Structures in the plot of the "squareness" of numbers

Solution 1:

Amazing stuff, very interesting.

If we say $r(x) = \frac{p}{q} < \frac{1}{a}$ and $a>b$, then $r(bx) = \frac{bp}{q}\space \space \space \space \space \space \space \space \space \space (a,b \in \mathbb{N})$

Proof: Assume $p=n_1 n_2 ... n_k, \space q=m_1 m_2 ... m_l$, so that $\frac{p}{q} \le1$ is maximal.

Then $\forall i,j:n_i<m_j \iff \frac{n_i}{m_j} < \frac{1}{a^{2}}$ because otherwise swapping $n_i$ and $m_j$ would result in $\frac{p}{q}$ incresing, but still be less than 1.
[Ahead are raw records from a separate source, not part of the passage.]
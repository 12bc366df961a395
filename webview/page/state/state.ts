import { type Sight, type Slot, STATE_VERSION } from '../../../core/proof/slot.ts';
import type { Preferences } from '../../../core/protocol.ts';
import type { Target } from '../../../core/treatment/treatment.ts';
import type { Output } from './output.ts';
import type { Pin } from './pin.ts';

export type Show = 'color' | 'r' | 'g' | 'b' | 'a' | 'bare' | 'mask' | 'lit' | 'difference' | 'overshoot' | 'art';

/** What prints are compared with: the area mean of the source, the settings' own print, or another print by its id. */
export type Against = 'source' | 'settings' | `print-${number}`;

/** The print that is compared with, the settings' own where it is none or was taken off; null for the source. */
export function slotAgainst(against: Against, slots: readonly Slot[]): Slot | null {
  return against === 'source' ? null : (slots.find(({ id }) => against === `print-${id}`) ?? slots[0]);
}

export type Backdrop = Preferences['backdrop'];

/** What is kept across hiding and reloading. */
export interface State {
  readonly sight: Sight | null;
  readonly typed: readonly Target[];
  readonly slots: readonly Slot[];
  readonly selected: number;
  /** What of the build's outputs is shown, where there is more than the image. */
  readonly output: Output;
  readonly show: Show;
  readonly metric: 'oklab' | 'r' | 'g' | 'b' | 'a';
  readonly against: Against;
  readonly backdrop: Backdrop;
  readonly magnify: 'nearest' | 'bilinear';
  readonly tiles: boolean;
  readonly compare: 'beside' | 'divider' | 'swap';
  /** What the divider and the swap show. */
  readonly partner: Against;
  /** Share of a print's width, 0..1. */
  readonly divider: number;
  /** Device pixels a texel; null fits the print into its frame. */
  readonly zoom: number | null;
  /** The texel in the middle of the frame, in shares of width and height. */
  readonly pan: { readonly x: number; readonly y: number };
  /** Light on normals: toward the viewer from -1..1 across and up. */
  readonly lamp: { readonly x: number; readonly y: number };
  /** The point that is read, in shares of width and height. */
  readonly cursor: { readonly u: number; readonly v: number };
  readonly pins: readonly Pin[];
  readonly line: 'row' | 'column' | 'drawn';
  /** Ends of a drawn line, in shares. */
  readonly drawn: { readonly from: readonly [number, number]; readonly to: readonly [number, number] };
  /** Typed outlook; null is what settings and preferences say. */
  readonly texelsPerMeter: number | null;
  readonly fovY: number | null;
  readonly screenHeight: number | null;
}

export const startState: State = {
  sight: null,
  typed: [],
  slots: [{ id: 0, kernel: null, change: {} }],
  selected: 0,
  output: 'image',
  show: 'color',
  metric: 'oklab',
  against: 'source',
  backdrop: 'checker',
  magnify: 'nearest',
  tiles: false,
  compare: 'beside',
  partner: 'source',
  divider: 0.5,
  zoom: null,
  pan: { x: 0.5, y: 0.5 },
  lamp: { x: -0.5, y: 0.6 },
  cursor: { u: 0.5, v: 0.5 },
  pins: [],
  line: 'row',
  drawn: { from: [0.25, 0.25], to: [0.75, 0.75] },
  texelsPerMeter: null,
  fovY: null,
  screenHeight: null,
};

/** What was kept, as far as this page understands it; the rest is as at the start. */
export function readState(kept: unknown): State {
  if (typeof kept !== 'object' || kept === null || (kept as { version?: unknown }).version !== STATE_VERSION)
    return startState;
  const { version: _, ...state } = kept as { version: number } & State;
  const slots = Array.isArray(state.slots) && state.slots[0]?.kernel === null ? state.slots : startState.slots;
  return { ...startState, ...state, slots };
}

export function writeState(state: State): Readonly<Record<string, unknown>> {
  return { version: STATE_VERSION, ...state };
}
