/** The blank deck: the strip with its bend zones and lines, laid out lengthways to scale like a tape. */
import { lineNote } from '@shared/part/words';
import type { BendResult, Solved } from '@shared/result';
import type { BendNote } from './bend-notes';
import { bendNotes, notesRoom } from './bend-notes';
import { breakMarks, sheetMarks } from './blank-sheet';
import type { Drawing, Mark } from './marks';
import { linePath } from './marks';
import type { Station } from './station-labels';
import { seatStations, stationMarks, stationRoom } from './station-labels';

export type BlankLines = 'tangents' | 'sight lines' | 'both';
export const BLANK_LINES: readonly BlankLines[] = ['tangents', 'sight lines', 'both'];

export interface BlankOptions {
  /** Room there is; the drawing gets wider, never more crowded, when its figures need it. */
  readonly width: number;
  readonly lines: BlankLines;
  readonly figureOf: (length: number) => string;
  readonly grain: 'along' | 'across' | null;
}

export interface BlankDrawing extends Drawing {
  /** False when the width of the blank is drawn shortened, with a break. */
  readonly widthToScale: boolean;
}

/** Which side of the blank is under the nose: what tells the two sight lines of a bend apart. */
type Side = 'datum' | 'far';
/** Behind a sight line's figure; the deck says below what they stand for. */
export const SIDE_LETTERS: Readonly<Record<Side, string>> = { datum: 'D', far: 'F' };

const MARGIN = 46;
const LEAST_HEIGHT = 64;
const MOST_HEIGHT = 132;

/** A bend whose stations are all known. */
type Placed = BendResult & { tangentStart: number; centre: number; tangentEnd: number };

const isPlaced = (bend: BendResult): bend is Placed => bend.tangentStart !== null && bend.tangentEnd !== null;

/** Null when the stations can't be given; the findings say why. */
export function blankDrawing(solved: Solved, options: BlankOptions): BlankDrawing | null {
  const length = solved.developedLength;
  const bends = solved.bends.filter(isPlaced);
  if (length === null || length <= 0 || bends.length < solved.bends.length || options.width < 40) return null;

  const top = topStations(bends, length, options);
  const bottom = options.lines === 'both' ? sightStations(bends, options) : [];
  const notes = bends.map((bend, index): Omit<BendNote, 'x'> & { at: number } => ({
    at: bend.centre,
    note: lineNote(bend, index),
    pick: bend.chain,
  }));
  const needed = Math.max(
    stationRoom(top) + 2 * MARGIN,
    stationRoom(bottom) + 2 * MARGIN,
    notesRoom(notes.map(({ note }) => note)) + 24,
  );
  const width = Math.max(options.width, Math.ceil(needed));
  const scale = (width - 2 * MARGIN) / length;
  const x = (station: number): number => MARGIN + station * scale;

  const trueHeight = (solved.blank.width ?? 0) * scale;
  const height = Math.min(MOST_HEIGHT, Math.max(LEAST_HEIGHT, trueHeight));
  const widthToScale = trueHeight > 0 && Math.abs(height - trueHeight) < 0.5;
  const placed = (stations: readonly StationAt[]): Station[] => stations.map((one) => ({ ...one, x: x(one.at) }));

  const heads = seatStations(placed(top), MARGIN, width - MARGIN);
  const edge = heads.height + 6;
  const foot = edge + height;
  const feet = bottom.length > 0 ? seatStations(placed(bottom), MARGIN, width - MARGIN) : null;
  const under = foot + (feet?.height ?? 0);
  const band = bendNotes(
    notes.map((note) => ({ ...note, x: x(note.at) })),
    under,
    8,
    width - 8,
  );
  const marks: Mark[] = [
    ...sheetMarks(solved, { x, top: edge, foot, ...options }),
    ...lineMarks(bends, x, edge, foot, options),
    ...(widthToScale ? [] : breakMarks(MARGIN, width - MARGIN, edge, foot)),
    ...stationMarks(heads, edge, -1),
    ...(feet ? stationMarks(feet, foot, 1) : []),
    ...band.marks,
  ];
  return { width, height: under + Math.max(band.height, 8) + 4, marks, widthToScale };
}

type StationAt = Omit<Station, 'x'> & { readonly at: number };

function topStations(bends: readonly Placed[], length: number, options: BlankOptions): StationAt[] {
  const { figureOf, lines } = options;
  const ends: StationAt[] = [
    { at: 0, text: '0', role: 'end-station' },
    { at: length, text: figureOf(length), role: 'end-station' },
  ];
  return [...ends, ...(lines === 'sight lines' ? sightStations(bends, options) : tangentStations(bends, options))];
}

const sightLines = ({ sightLine }: BendResult): readonly (readonly [number, Side])[] =>
  sightLine === null
    ? []
    : [
        [sightLine.startUnderNose, 'datum'],
        [sightLine.endUnderNose, 'far'],
      ];

function tangentStations(bends: readonly Placed[], { figureOf }: BlankOptions): StationAt[] {
  return bends.flatMap((bend) =>
    [bend.tangentStart, bend.tangentEnd].map((at): StationAt => {
      return { at, text: figureOf(at), role: 'station', pick: bend.chain };
    }),
  );
}

function sightStations(bends: readonly Placed[], { figureOf }: BlankOptions): StationAt[] {
  return bends.flatMap((bend) =>
    sightLines(bend).map(([at, side]): StationAt => {
      return { at, text: `${figureOf(at)} ${SIDE_LETTERS[side]}`, role: 'station', pick: bend.chain };
    }),
  );
}

/** Tangent lines are always there, faint or full; sight lines only when asked for. */
function lineMarks(
  bends: readonly Placed[],
  x: (station: number) => number,
  top: number,
  foot: number,
  { lines }: BlankOptions,
): Mark[] {
  const down = (at: number): string => linePath({ x: x(at), y: top }, { x: x(at), y: foot });
  return bends.flatMap((bend): Mark[] => {
    const common = { pick: bend.chain };
    const marks: Mark[] = [
      { kind: 'path', role: 'centre', d: down(bend.centre), ...common },
      { kind: 'path', role: 'tangent', d: down(bend.tangentStart) + down(bend.tangentEnd), ...common },
    ];
    if (lines === 'tangents') return marks;
    const sights = sightLines(bend).map(([at, side]): Mark => ({
      kind: 'path',
      role: `sight-${side}`,
      d: down(at),
      ...common,
    }));
    return [...marks, ...sights];
  });
}
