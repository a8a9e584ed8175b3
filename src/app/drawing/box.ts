import type { Point, Segment } from './point';
import { cross } from './point';

/** An upright rectangle: what a text takes up, or the paper itself. */
export interface Box {
  readonly left: number;
  readonly top: number;
  readonly right: number;
  readonly bottom: number;
}

export const boxAround = (centre: Point, width: number, height: number): Box => ({
  left: centre.x - width / 2,
  top: centre.y - height / 2,
  right: centre.x + width / 2,
  bottom: centre.y + height / 2,
});

export const overlaps = (a: Box, b: Box): boolean =>
  a.left < b.right && b.left < a.right && a.top < b.bottom && b.top < a.bottom;

export const grown = (box: Box, by: number): Box => ({
  left: box.left - by,
  top: box.top - by,
  right: box.right + by,
  bottom: box.bottom + by,
});

export const contains = (outer: Box, inner: Box): boolean =>
  inner.left >= outer.left && inner.top >= outer.top && inner.right <= outer.right && inner.bottom <= outer.bottom;

const holds = (box: Box, p: Point): boolean => p.x > box.left && p.x < box.right && p.y > box.top && p.y < box.bottom;

/** Whether a line runs into a box, through it, or lies in it. */
export function hits(box: Box, segment: Segment): boolean {
  const { from, to } = segment;
  if (Math.max(from.x, to.x) < box.left || Math.min(from.x, to.x) > box.right) return false;
  if (Math.max(from.y, to.y) < box.top || Math.min(from.y, to.y) > box.bottom) return false;
  if (holds(box, from) || holds(box, to)) return true;
  const diagonals: Segment[] = [
    { from: { x: box.left, y: box.top }, to: { x: box.right, y: box.bottom } },
    { from: { x: box.right, y: box.top }, to: { x: box.left, y: box.bottom } },
  ];
  return diagonals.some((diagonal) => cross(diagonal, segment));
}

export function boundsOf(points: readonly Point[]): Box {
  const xs = points.map((p) => p.x);
  const ys = points.map((p) => p.y);
  return { left: Math.min(...xs), top: Math.min(...ys), right: Math.max(...xs), bottom: Math.max(...ys) };
}
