/** A drawing is plain data: what is to be drawn, in order, each mark with the role that styles it. */
import type { Box } from './box';
import type { Point } from './point';

export type LineRole =
  | 'sheet'
  | 'bend'
  | 'leg'
  | 'zone'
  | 'edge'
  | 'break'
  | 'tangent'
  | 'sight-datum'
  | 'sight-far'
  | 'centre'
  | 'dimension'
  | 'arrow'
  | 'mold'
  | 'leader'
  | 'grain'
  | 'hit';
export type TextRole = 'figure' | 'station' | 'end-station' | 'note' | 'note-strong' | 'label' | 'name';

export interface Common {
  /** Entry of the chain that this mark belongs to: a click on it selects the entry, and it is marked with the entry. */
  readonly pick?: number;
}
export type PathMark = Common & { readonly kind: 'path'; readonly role: LineRole; readonly d: string };
export type TextMark = Common & {
  readonly kind: 'text';
  readonly role: TextRole;
  readonly text: string;
  /** Half way up the figures, at the anchor. */
  readonly at: Point;
  readonly anchor: 'start' | 'middle' | 'end';
};
export type Mark = PathMark | TextMark;

export interface Drawing {
  readonly width: number;
  readonly height: number;
  readonly marks: readonly Mark[];
}

/** What is laid over a drawing for the entry that is selected, and which of its marks give way to that. */
export interface Overlay {
  readonly marks: readonly Mark[];
  readonly hides: readonly Mark[];
}

export const NO_OVERLAY: Overlay = { marks: [], hides: [] };

export const TEXT_SIZE: Readonly<Record<TextRole, number>> = {
  figure: 12.5,
  station: 14,
  'end-station': 14,
  note: 12,
  'note-strong': 12.5,
  label: 12,
  name: 12,
};

const BOLD: ReadonlySet<TextRole> = new Set(['station', 'end-station', 'note-strong']);

/** Width of a text in IBM Plex Sans with tabular figures, a little on the generous side so that nothing touches. */
export function textWidth(text: string, role: TextRole): number {
  let ems = 0;
  for (const letter of text) ems += emsOf(letter);
  return ems * TEXT_SIZE[role] * (BOLD.has(role) ? 1.05 : 1);
}

const known = new Map<string, number>();

function emsOf(letter: string): number {
  const ems = known.get(letter) ?? measureLetter(letter);
  known.set(letter, ems);
  return ems;
}

function measureLetter(letter: string): number {
  if (/[0-9]/.test(letter)) return 0.6;
  if (/[ .,:;·'|ijl]/.test(letter)) return 0.31;
  if (/[mwMW—]/.test(letter)) return 0.92;
  if (/[A-Z]/.test(letter)) return 0.66;
  // Beyond Latin nothing is known of a letter but that it is no wider than the line is high.
  return (letter.codePointAt(0) ?? 0) < 0x250 ? 0.58 : 1;
}

export const textHeight = (role: TextRole): number => TEXT_SIZE[role] * 1.2;

/** What a text takes up on the paper. */
export function textBox(mark: Pick<TextMark, 'text' | 'role' | 'at' | 'anchor'>): Box {
  const width = textWidth(mark.text, mark.role);
  const height = textHeight(mark.role);
  const left = mark.anchor === 'start' ? mark.at.x : mark.anchor === 'end' ? mark.at.x - width : mark.at.x - width / 2;
  return { left, right: left + width, top: mark.at.y - height / 2, bottom: mark.at.y + height / 2 };
}

const place = (value: number): string => String(Math.round(value * 100) / 100);

/** A point as path data writes it: hundredths of a pixel. */
export const at = (point: Point): string => `${place(point.x)} ${place(point.y)}`;

export const linePath = (from: Point, to: Point): string => `M${at(from)}L${at(to)}`;
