/** The formed deck: true faces with the sheet's thickness, mold points, every leg dimensioned, every bend named. */
import type { Solved } from '@shared/result';
import { apex, bendName } from './bend-name';
import type { Box } from './box';
import { boxAround } from './box';
import { Clearance, type Footprint } from './clearance';
import type { Curve, Frames } from './formed-frames';
import { formedFrames } from './formed-frames';
import { bendPath, facePoints, outlinePath, outlineSegments, stretchPath } from './formed-outline';
import { type LeaderNote, leaderNote, runsInto } from './leader';
import { legDimensions } from './leg-dimensions';
import type { Drawing, Mark, Overlay, TextMark } from './marks';
import { NO_OVERLAY, textBox } from './marks';
import type { View } from './view';
import { fitView } from './view';

export interface FormedOptions {
  readonly width: number;
  readonly height: number;
  readonly figureOf: (length: number) => string;
  /** What is said of a bend when it is selected, the fullest way first. */
  readonly notesOf: (bend: number) => readonly LeaderNote[];
}

export interface FormedDrawing extends Drawing {
  /** Dimensions that found no room; the ledger has them. */
  readonly left: number;
  /** The note of a selected bend; nothing for an entry that has none. Laid out when it is asked for. */
  readonly noteOn: (chain: number | null) => Overlay;
}

/** Null when the part can't be drawn; the findings say why. */
export function formedDrawing(solved: Solved, options: FormedOptions): FormedDrawing | null {
  const frames = formedFrames(solved);
  if (!frames || options.width < 40 || options.height < 40) return null;
  const { width, height } = options;
  const view = viewOf(solved, frames, width, height);
  const paper: Box = { left: 6, top: 6, right: width - 6, bottom: height - 6 };
  const outline = outlineSegments(frames, view);
  const clearance = new Clearance(paper, outline);

  const metal = metalMarks(frames, view);
  const molds = moldMarks(solved, view, clearance);
  const dimensions = legDimensions(solved, frames, view, clearance, options.figureOf);
  // Names are known apart from the rest: they alone give way to the note of a bend where it has no other room.
  const taken = new Clearance(paper);
  const names = frames.curves.flatMap((curve) => {
    const mark = bendName(curve, view, (footprint) => clearance.cost(footprint) + taken.cost(footprint));
    if (!mark) return [];
    taken.add(alone(mark));
    return [{ curve, mark }];
  });
  return {
    width,
    height,
    marks: [...metal, ...molds, ...dimensions.marks, ...names.map(({ mark }) => mark)],
    left: dimensions.left,
    noteOn: (chain) => {
      const curve = chain === null ? undefined : frames.curves.find((one) => one.chain === chain);
      return curve ? noteOn(curve, names, view, options, clearance, new Clearance(paper)) : NO_OVERLAY;
    },
  };
}

/** The seat leg lies level; round the part there is room for two rows of dimensions. */
function viewOf(solved: Solved, frames: Frames, width: number, height: number): View {
  const seat = solved.formed?.envelope?.seat ?? 0;
  const level = frames.stretches.find((stretch) => stretch.leg === seat)?.heading ?? 0;
  const marginX = Math.min(110, Math.max(56, width * 0.13));
  const marginY = Math.min(84, Math.max(46, height * 0.2));
  const room = { left: marginX, right: width - marginX, top: marginY, bottom: height - marginY };
  return fitView([...facePoints(frames, 'lower'), ...facePoints(frames, 'upper')], level, room);
}

/** Bends and legs are seen when they are selected; the hits over them are what a pointer finds. */
function metalMarks(frames: Frames, view: View): Mark[] {
  const bends = frames.curves.map((curve) => ({ d: bendPath(curve, view), pick: curve.chain }));
  const legs = frames.stretches.map((stretch) => ({ d: stretchPath(stretch, view), pick: stretch.chain }));
  return [
    { kind: 'path', role: 'sheet', d: outlinePath(frames, view) },
    ...bends.map((one): Mark => ({ kind: 'path', role: 'bend', ...one })),
    ...legs.map((one): Mark => ({ kind: 'path', role: 'leg', ...one })),
    ...[...legs, ...bends].map((one): Mark => ({ kind: 'path', role: 'hit', ...one })),
  ];
}

const CROSS = 5;

function moldMarks(solved: Solved, view: View, clearance: Clearance): Mark[] {
  const points = (solved.formed?.moldPoints ?? []).flatMap((point) => (point ? [view.place(point)] : []));
  for (const { x, y } of points) clearance.addMark(boxAround({ x, y }, CROSS, CROSS));
  const crosses = points.map(({ x, y }) => `M${x - CROSS} ${y}h${2 * CROSS}M${x} ${y - CROSS}v${2 * CROSS}`);
  return crosses.length === 0 ? [] : [{ kind: 'path', role: 'mold', d: crosses.join('') }];
}

const alone = (mark: TextMark): Footprint => ({ texts: [textBox(mark)], lines: [], thin: [] });

interface Named {
  readonly curve: Curve;
  readonly mark: TextMark;
}

/** Where it covers no name but its own if that can be, else over a name or two, which are not shown meanwhile. */
function noteOn(
  curve: Curve,
  names: readonly Named[],
  view: View,
  options: FormedOptions,
  clearance: Clearance,
  taken: Clearance,
): Overlay {
  const { tip, outward } = apex(curve, view);
  const own = names.filter((name) => name.curve === curve).map(({ mark }) => mark);
  const others = names.filter((name) => name.curve !== curve).map(({ mark }) => mark);
  for (const mark of others) taken.add(alone(mark));
  const overNames = (footprint: Footprint): number => clearance.cost(footprint);
  const besideNames = (footprint: Footprint): number => clearance.cost(footprint) + taken.cost(footprint);
  for (const cost of [besideNames, overNames]) {
    for (const note of options.notesOf(curve.bend)) {
      const plan = leaderNote(tip, outward, note, curve.chain, cost);
      if (!plan) continue;
      const covered = others.filter((mark) => runsInto(plan.footprint, textBox(mark)));
      return { marks: plan.marks, hides: [...own, ...covered] };
    }
  }
  return NO_OVERLAY;
}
If we now say $p=bn_1 n_2 ... n_k, \space q=m_1 m_2 ... m_l$, we have to show that this is still optimal.

Assume $r(bx)\ne \frac{bp}{q} \implies \exists j: b<m_j, \frac{b}{m_j} \ge \frac{1}{a^{2}} \iff ba^{2}\ge m_j $

Swapping $b$ and $m_j$ effectivelty multiplies the fraction by $\frac{m_j^{2}}{b^{2}}$, therefore $\frac{m_j^{2}}{b^{2}} < a \implies m_j^{2}<b^{2}a$

Multiplying those together: $m_j^{3} < (ab)^{3} \implies m_j < ab < a^{2}$.

But we said that $\frac{n_i}{m_j} < \frac{1}{a^{2}}$. We can say $n_i = 1$ (as we didn't assume it is prime factorization), which yields $\frac{1}{m_j} < \frac{1}{a^{2}} \implies m_j > a^{2}$

[I'm not 100% sure this proof is correct, so please confirm this for yourself. However, even if it is not true for all numbers, it is true for most numbers, which is sufficient to create a pattern]

So $r(x)<\frac{1}{a} \implies r(bx) = b*r(x) \space \space \space (a>b)$. This may explain the partial linearity.